#### Records ####

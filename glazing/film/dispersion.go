package film

// Terms of the permittivity. Energies are photon energies in eV.

import "math"

// Drude are free carriers, −Ep²/(E² + iγE) (P. Drude 1900; conducting oxides: physical constants by
// Carriers).
type Drude struct {
	PlasmaEV  float64 // ħωp, not screened
	DampingEV float64 // ħγ
}

// Epsilon returns the term at a photon energy.
func (d Drude) Epsilon(eV float64) complex128 {
	return complex(-d.PlasmaEV*d.PlasmaEV, 0) / complex(float64(eV*eV), d.DampingEV*eV)
}

// FallingDrude are free carriers that ionised impurities scatter: above the plasma energy their
// damping falls as E^(−3/2) (I. Hamberg and C. G. Granqvist, Journal of Applied Physics 60 (1986)
// R123, from memory). Below it, and so in the infrared, they are those of Drude. A damping that
// depends on the energy breaks the relation of Kramers and Kronig by the order of (γ/E)², which is
// 1e-3 in light.
type FallingDrude struct {
	Drude
	OnsetEV float64 // the screened plasma energy
}

// Epsilon returns the term at a photon energy.
func (d FallingDrude) Epsilon(eV float64) complex128 {
	if eV > d.OnsetEV {
		d.DampingEV *= math.Pow(eV/d.OnsetEV, -1.5) // Hamberg and Granqvist 1986
	}
	return d.Drude.Epsilon(eV)
}

// DrudeSmith are free carriers of which part is scattered back, as in grainy films and polymers: the
// conductivity of Drude times 1 + c γ/(γ − iE) (N. V. Smith, Physical Review B 64 (2001) 155106,
// from memory). The resistance to direct current is that of Drude divided by 1 + c.
type DrudeSmith struct {
	Drude
	Persistence float64 // c, from −1 (all turn back) to 0 (Drude)
}

// Epsilon returns the term at a photon energy.
func (d DrudeSmith) Epsilon(eV float64) complex128 {
	back := complex(d.Persistence*d.DampingEV, 0) / complex(d.DampingEV, -eV)
	return d.Drude.Epsilon(eV) * (1 + back)
}

// Lorentz is a damped oscillator, f E0²/(E0² − E² − iΓE).
type Lorentz struct {
	Strength     float64 // f, what it adds to the permittivity far below its energy
	EnergyEV     float64 // E0
	BroadeningEV float64 // Γ
}

// Epsilon returns the term at a photon energy.
func (l Lorentz) Epsilon(eV float64) complex128 {
	square := float64(l.EnergyEV * l.EnergyEV)
	return complex(l.Strength*square, 0) / complex(square-float64(eV*eV), -l.BroadeningEV*eV)
}

// Sellmeier is a resonance without loss, B λ²/(λ² − λ0²) (W. Sellmeier 1871).
type Sellmeier struct {
	Strength    float64 // B
	ResonanceNM float64 // λ0, outside the range of use
}

// Epsilon returns the term at a photon energy.
func (s Sellmeier) Epsilon(eV float64) complex128 {
	x := s.ResonanceNM / hcEVNM * eV // λ0/λ
	return complex(s.Strength/(1-float64(x*x)), 0)
}

// Graphene is a stack of layers of carbon, one atom thick each, as the permittivity of a layer of the
// stack's thickness: a sheet of the conductivity σ that light crosses (L. A. Falkovsky, Journal of
// Physics: Conference Series 129 (2008) 012004, from memory). Light loses π α = 2.3 % to each layer
// (R. R. Nair and others, Science 320 (2008) 1308); carriers add the infrared, and stop what absorbs below
// twice the Fermi energy.
type Graphene struct {
	FermiEV   float64 // of the carriers, by doping; 0 for none but those of warmth
	DampingEV float64 // ħγ of the carriers
}

// Graphite's distance of layers in nm, and room temperature times k in eV.
const (
	grapheneLayerNM = 0.335 // common practice
	roomEV          = boltzmann * 300 / elementaryCharge
)

// conductance is that of one layer in S.
func (g Graphene) conductance(eV float64) complex128 {
	const universal = math.Pi * elementaryCharge * elementaryCharge / (2 * planckConstant) // e²/4ħ
	carriers := complex(0, g.weightEV()) / complex(eV, g.DampingEV)
	over, under := eV+2*g.FermiEV, eV-2*g.FermiEV
	between := complex(
		(math.Tanh(over/(4*roomEV))+math.Tanh(under/(4*roomEV)))/2,
		-math.Log(float64(over*over)/(float64(under*under)+4*roomEV*roomEV))/(2*math.Pi))
	return universal * (carriers + between)
}

// weightEV is the strength of the carriers in units of e²/4ħ: 4 E_F/π where that is far above kT.
func (g Graphene) weightEV() float64 {
	x := math.Abs(g.FermiEV) / (2 * roomEV)
	return 8 * roomEV / math.Pi * (x + math.Log1p(math.Exp(-2*x))) // ln(2 cosh x)
}

// Epsilon returns the permittivity of a layer, less 1, at a photon energy; it is the same for any number of layers.
func (g Graphene) Epsilon(eV float64) complex128 {
	return sheetEpsilon(g.conductance(eV), eV, grapheneLayerNM)
}

// LayersNM returns the thickness of a film of so many layers.
func (Graphene) LayersNM(layers int) float64 { return float64(layers) * grapheneLayerNM }

// SheetResistance returns that of one layer to direct current, in Ω.
func (g Graphene) SheetResistance() float64 {
	const quantumOhm = 2 * planckConstant / (math.Pi * elementaryCharge * elementaryCharge) // 4ħ/e²
	return quantumOhm * g.DampingEV / g.weightEV()
}
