// Verdicts of numbers of four decimals, against the same in whole numbers of ten-thousandths.
func TestVerdictsInWholeNumbers(t *testing.T) {
	m := makeup(t, "S1", glazing.Placed{Pane: pane("p", flat(0.5, 0.1, 0.1), 0.8, 0.8)})
	ratings := rated(t, m, glazing.EN)
	random := rand.New(rand.NewPCG(1, 2))
	seen := map[Verdict]int{}
	for range 20000 {
		n, low, high := random.IntN(4000)+1000, random.IntN(4000)+1000, random.IntN(4000)+1000
		if random.IntN(2) == 0 { // near the limit
			high = n + random.IntN(1001) - 500
		}
		given := random.IntN(3) // at least, at most, both
		if given == 2 && low > high {
			low, high = high, low
		}
		rounded := (n + 500) / 1000 * 1000 // half up, of what is above 0
		within := func(x int) bool { return (given == 1 || x >= low) && (given == 0 || x <= high) }
		want := TooClose
		switch {
		case within(n) && within(rounded):
			want = Meets
		case !within(n) && !within(rounded):
			want = DoesNotMeet
		}
		of := func(x int, is bool) float64 {
			if !is {
				return none
			}
			return float64(x) / 10000
		}
		l := limit(t, "u", of(low, given != 1), of(high, given != 0))
		l.Figure.Value = func(*glazing.Rating, int) glazing.Value { return bound(of(n, true)) }
		got := Judge([]glazing.Limit{l}, []*glazing.Makeup{m}, nil, ratings)[0]
		if seen[want]++; got.Verdict != want {
			t.Fatalf("%d within %d and %d (%d): %s, want %s", n, low, high, given, got.Verdict, want)
		}
	}
	for _, v := range []Verdict{Meets, DoesNotMeet, TooClose} {
		if seen[v] < 1000 {
			t.Errorf("%s: %d times only", v, seen[v])
		}
	}
}

// One result is written "tint figure verdict margin".
func written(results []Result) string {
	var parts []string
	for _, r := range results {
		margin := "–"
		if r.Margin.Known {
			margin = fmt.Sprintf("%+.3f", r.Margin.Number)
		}
		parts = append(parts, strings.TrimSpace(r.Tint+" "+r.Figure+" "+string(r.Verdict)+" "+margin))
	}
	return strings.Join(parts, "; ")
}

// The light transmittance of panes that reflect nothing is the product of theirs.
func TestTintRules(t *testing.T) {
	three := switching("three", tint("t1", 0.3), tint("t2", 0.6), tint("t3", 0.05))
	x, y := switching("x", tint("clear", 0.8), tint("full", 0.4)), switching("y", tint("clear", 0.5), tint("full", 0.1))
	plain := pane("plain", flat(0.5, 0, 0), 0.8, 0.8)
	placed := func(p *glazing.Pane, tint string) glazing.Placed { return glazing.Placed{Pane: p, Tint: tint} }
	single := []glazing.Placed{{Pane: three}}
	combined := []glazing.Placed{{Pane: x}, {Pane: y}}
	const light = " light.transmittance "
	for _, tt := range []struct {
		name            string
		panes           []glazing.Placed
		rule            string
		atLeast, atMost float64
		want, why       string
	}{
		{"absent", single, "", 0.2, none, "t1 light.transmittance meets the entered limit +0.100; t2 light.transmittance meets the entered limit +0.400; t3 light.transmittance does not meet -0.150", ""},
		{"each", single, "each", 0.2, none, "t1 light.transmittance meets the entered limit +0.100; t2 light.transmittance meets the entered limit +0.400; t3 light.transmittance does not meet -0.150", ""},
		{"clear", single, "clear", 0.2, none, "t2" + light + "meets the entered limit +0.400", ""},
		{"full", single, "full", 0.2, none, "t3" + light + "does not meet -0.150", ""},
		{"by name", single, "t1", 0.2, none, "t1" + light + "meets the entered limit +0.100", ""},
		{"worst of at least", single, "worst", 0.2, none, "t3" + light + "does not meet -0.150", ""},
		{"worst of at least, met", single, "worst", 0.01, none, "t3" + light + "meets the entered limit +0.040", ""},
		{"worst of at most", single, "worst", none, 0.5, "t2" + light + "does not meet -0.100", ""},
		{"worst of both", single, "worst", 0.1, 0.5, "t2" + light + "does not meet -0.100", ""},
		{"worst of both, the other", single, "worst", 0.2, 0.5, "t3" + light + "does not meet -0.150", ""},
		{"no such tint", single, "dim", 0.2, none, "dim" + light + "cannot be judged –", `it has no tint "dim"; its tints are t1, t2, t3`},
		{"combined, each", combined, "each", 0.1, none, "clear/clear light.transmittance meets the entered limit +0.300; clear/full light.transmittance does not meet -0.020; full/clear light.transmittance meets the entered limit +0.100; full/full light.transmittance does not meet -0.060", ""},
		{"combined, clear", combined, "clear", 0.1, none, "clear/clear" + light + "meets the entered limit +0.300", ""},
		{"combined, full", combined, "full", 0.1, none, "full/full" + light + "does not meet -0.060", ""},
		{"combined, worst", combined, "worst", 0.1, none, "full/full" + light + "does not meet -0.060", ""},
		{"combined, by name", combined, "clear/full", 0.1, none, "clear/full" + light + "does not meet -0.020", ""},
		{"combined, no such tint", combined, "half", 0.1, none, "half" + light + "cannot be judged –", "its tints are clear/clear, clear/full, full/clear, full/full"},
		{"one follows", []glazing.Placed{{Pane: x}, placed(y, "same")}, "each", 0.1, none, "clear light.transmittance meets the entered limit +0.300; full light.transmittance does not meet -0.060", ""},
		{"one follows, clear", []glazing.Placed{{Pane: x}, placed(y, "same")}, "clear", 0.1, none, "clear" + light + "meets the entered limit +0.300", ""},
		{"one fixed", []glazing.Placed{placed(x, "full"), {Pane: y}}, "full", 0.1, none, "full/full" + light + "does not meet -0.060", ""},
		{"one fixed otherwise", []glazing.Placed{placed(x, "full"), {Pane: y}}, "clear", 0.1, none, "full/clear" + light + "meets the entered limit +0.100", ""},
		{"fixed", []glazing.Placed{placed(three, "t1")}, "full", 0.1, none, "t1" + light + "meets the entered limit +0.200", ""},
		{"fixed, another name", []glazing.Placed{placed(three, "t1")}, "t2", 0.1, none, "t2" + light + "cannot be judged –", "its tints are t1"},
		{"does not switch", []glazing.Placed{{Pane: plain}}, "", 0.1, none, "light.transmittance meets the entered limit +0.400", ""},
		{"does not switch, clear", []glazing.Placed{{Pane: plain}}, "clear", 0.1, none, "light.transmittance meets the entered limit +0.400", ""},
		{"does not switch, full", []glazing.Placed{{Pane: plain}}, "full", 0.6, none, "light.transmittance does not meet -0.100", ""},
		{"does not switch, worst", []glazing.Placed{{Pane: plain}}, "worst", 0.1, none, "light.transmittance meets the entered limit +0.400", ""},
		{"does not switch, by name", []glazing.Placed{{Pane: plain}}, "half", 0.1, none, "half" + light + "cannot be judged –", `it does not switch and has no tint "half"`},
	} {
		t.Run(tt.name, func(t *testing.T) {
			m := makeup(t, "M", tt.panes...)
			l := limit(t, "light", tt.atLeast, tt.atMost)
			l.Tint = tt.rule
			results := Judge([]glazing.Limit{l}, []*glazing.Makeup{m}, nil, rated(t, m, glazing.EN))
			if got := written(results); got != tt.want {
				t.Errorf("got  %s\nwant %s", got, tt.want)
			}
			if why := results[0].Why; !strings.Contains(why, tt.why) || (tt.why == "") != (why == "") {
				t.Errorf("reason %q, want %q", why, tt.why)
			}
		})
	}
}

// Of several tints the one that is past the limit is the worst, whatever else is not known.
func TestWorstAmongUnknown(t *testing.T) {
	m := makeup(t, "M", glazing.Placed{Pane: switching("s", tint("a", 0.6), tint("b", 0.5), tint("c", 0.4))})
	ratings := rated(t, m, glazing.EN)
	for _, tt := range []struct {
		a, b, c float64 // NaN is not known
		want    string
	}{
		{1.0, none, 1.1, "b cannot be judged"}, {1.0, none, 1.3, "c does not meet"}, {1.5, none, 1.3, "a does not meet"},
		{1.0, 1.22, 1.1, "b too close to call"}, {1.0, 1.22, none, "c cannot be judged"}, {1.19, 1.0, 1.1, "a meets the entered limit"},
		{1.1, 1.1, 1.1, "a meets the entered limit"},
	} {
		l := limit(t, "u", none, 1.2)
		l.Tint = glazing.WorstTint
		l.Figure.Value = func(r *glazing.Rating, _ int) glazing.Value {
			v := bound(map[string]float64{"a": tt.a, "b": tt.b, "c": tt.c}[r.Tint])
			if v.Why = ""; !v.Known {
				v.Why = "a test"
			}
			return v
		}
		got := Judge([]glazing.Limit{l}, []*glazing.Makeup{m}, nil, ratings)
		if len(got) != 1 || got[0].Tint+" "+string(got[0].Verdict) != tt.want {
			t.Errorf("%g, %g, %g: %s, want %s", tt.a, tt.b, tt.c, written(got), tt.want)
		}
	}
}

####

## Task description
Would you give the number of lines above that hold "atMost"? Only the number is needed.

## Solution for this task
2